Axel Le Pennec Jun 17

@drewmccormack @brandonhorst the question is can we always get the same result between sessions? Is it stable?

Brandon Horst Jun 17

@alpennec @drewmccormack Yes, that is definitely true, until they update the model itself https://developer.apple.com/videos/play/wwdc2025/301?time=380

Deep dive into the Foundation Models framework - WWDC25 - Videos - Apple Developer

Level up with the Foundation Models framework. Learn how guided generation works under the hood, and use guides, regexes, and generation...

Apple Developer

Axel Le Pennec Jun 17

@brandonhorst @drewmccormack so if I provide the same input between multiple app launches, the result provided will be the same?

Brandon Horst Jun 17

@alpennec @drewmccormack IIUS yes

Axel Le Pennec Jun 17

@brandonhorst @drewmccormack what does "IIUS" stands for please?

Brandon Horst Jun 17

@alpennec @drewmccormack Lol I meant to say “IIUC”, if I understand correctly, sorry

Axel Le Pennec Jun 18

@brandonhorst @drewmccormack it seems the session needs to be in the same state. Does that mean a fresh new session with the same instructions only can provide the same output?

Drew McCormack Jun 18

@alpennec @brandonhorst My understanding is that it will be deterministic based on the whole conversation. So a particular set of prompts will lead to the same response.

Axel Le Pennec Jun 18

@drewmccormack @brandonhorst even if the responses to the same prompts differ? This would mean the session transcript could contain the same instructions and the same prompts but different responses.

Drew McCormack Jun 18

@alpennec @brandonhorst The responses are also part of the history.

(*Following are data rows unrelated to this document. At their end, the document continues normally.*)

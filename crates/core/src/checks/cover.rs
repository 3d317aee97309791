//! Cover rules: each row's entry against the protocol's method and scale, the
//! totals of a survey, overall vegetation against its species, jumps between
//! surveys, and blank surveys.
//!
//! Point-intercept: cover = 100 × hits / pins, and with the first-hit rule the
//! categories (species + ground) take every pin exactly once, so their hits add
//! up to the frame's pins; with the any-hit rule overall vegetation cover lies
//! between the largest species and the sum of species (Elzinga, Salzer &
//! Willoughby 1998; docs/methods.md section 2). Visual estimates of one layer add
//! up to 100 within the protocol's tolerance band (common practice; default
//! ±5 points).

use std::collections::HashMap;

use super::{CoverRow, EPSILON, Flag, Rule, Season, num};
use crate::model::*;

/// A cover row whose entry does not fit the protocol's method.
pub const METHOD: Rule = Rule {
    id: "cover.method",
    family: CheckFamily::Cover,
    severity: Severity::Error,
    looks_for: "a cover row whose entry does not fit the protocol's method (percent, class or pins), or whose cover_pct does not follow from its entry",
};
/// A class code that is not on the scale.
pub const NOT_ON_SCALE: Rule = Rule {
    id: "cover.not_on_scale",
    family: CheckFamily::Cover,
    severity: Severity::Error,
    looks_for: "a class code that is not a class of the protocol's cover scale",
};
/// More pin hits than pins.
pub const PINS_ABOVE_FRAME: Rule = Rule {
    id: "cover.pins_above_frame",
    family: CheckFamily::Cover,
    severity: Severity::Error,
    looks_for: "more pin hits than the frame has pins",
};
/// First-layer total away from 100 % (or from the frame's pins).
pub const TOTAL: Rule = Rule {
    id: "cover.total",
    family: CheckFamily::Cover,
    severity: Severity::Error,
    looks_for: "first-hit pin hits (species + ground) that do not add up to the frame's pins exactly, or a visual first layer (species + ground; overall vegetation + ground when layered) outside 100 % ± the protocol's tolerance",
};
/// Species + ground above 100 % in a protocol without layers.
pub const OVER_100: Rule = Rule {
    id: "cover.over_100",
    family: CheckFamily::Cover,
    severity: Severity::Error,
    looks_for: "species + ground above 100 % + the tolerance in a protocol without layers, where no exact total applies (cover classes: the sum of the classes' lower limits; pins with the any-hit rule)",
};
/// Overall vegetation outside [largest species, sum of species].
pub const VEGETATION: Rule = Rule {
    id: "cover.vegetation",
    family: CheckFamily::Cover,
    severity: Severity::Error,
    looks_for: "overall vegetation cover below the largest species or above the sum of species (layered protocol; visual and class estimates get the tolerance band)",
};
/// A species jumping between consecutive surveys.
pub const CHANGE: Rule = Rule {
    id: "cover.change",
    family: CheckFamily::Cover,
    severity: Severity::Warning,
    looks_for: "a species whose cover changes between consecutive surveys of a cage by more than the limit (default 25 points)",
};
/// A cover row for an animal.
pub const NOT_PLANT: Rule = Rule {
    id: "cover.not_plant",
    family: CheckFamily::Cover,
    severity: Severity::Error,
    looks_for: "a cover row for a taxon that is not a plant",
};
/// A survey with no value at all.
pub const BLANK_SURVEY: Rule = Rule {
    id: "cover.blank_survey",
    family: CheckFamily::Cover,
    severity: Severity::Warning,
    looks_for: "a cover survey in which every value is blank (or that has no rows)",
};

/// The cover rules.
pub const RULES: &[Rule] = &[
    METHOD,
    NOT_ON_SCALE,
    PINS_ABOVE_FRAME,
    TOTAL,
    OVER_100,
    VEGETATION,
    CHANGE,
    NOT_PLANT,
    BLANK_SURVEY,
];

/// Raise the cover flags of the season.
pub fn check(season: &Season, out: &mut Vec<Flag>) {
    let Some(protocol) = &season.cover_protocol else {
        return;
    };
    for (cage, visits, _) in season.each_cage() {
        // The last assessed cover of each species in this cage: (percent, row, day).
        let mut last: HashMap<TaxonId, (f64, CoverRecordId, i64)> = HashMap::new();
        for visit in visits.iter().filter(|v| v.kind == VisitKind::Cover) {
            let day = season.visit_day(visit);
            let rows = Season::rows_of(&season.cover, visit.id);
            let survey = Survey {
                season,
                protocol,
                cage,
                visit,
                day,
                rows,
            };
            for row in rows {
                survey.check_entry(row, out);
                survey.check_taxon(row, out);
            }
            if is_blank(rows) {
                out.push(BLANK_SURVEY.flag(
                    cage,
                    day,
                    visit.id,
                    format!(
                        "The cover survey of day {day} has {} and not one value.",
                        match rows.len() {
                            0 => "no rows".to_owned(),
                            1 => "1 row".to_owned(),
                            n => format!("{n} rows"),
                        }
                    ),
                    "Enter the cover values, or if the cage could not be surveyed that day, confirm the flag with the reason.".to_owned(),
                ));
                continue;
            }
            survey.check_totals(out);
            survey.check_vegetation(out);
            survey.check_changes(&mut last, out);
        }
    }
}

/// Whether a cover survey holds no value at all (no rows, or only blank ones).
pub fn is_blank(rows: &[CoverRow]) -> bool {
    rows.iter().all(|r| r.cover_pct.is_none() && !has_entry(r))
}

/// Whether a row holds any entry (percent, class or hits).
fn has_entry(row: &CoverRow) -> bool {
    row.value_pct.is_some() || row.class_code.is_some() || row.pin_hits.is_some()
}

If you start a chain with a specific prompt, and continue exactly as last time, you should get the same responses each time in the .greedy case. (Although, I have a feeling temperature would have to be 0, because that might relate to a different part of the LLM.)

Axel Le Pennec Jun 18

@drewmccormack yes, as responses are part of the transcript, they would all need to be .greedy to get a stable session state. If one is not .greedy, then it breaks all the session I guess.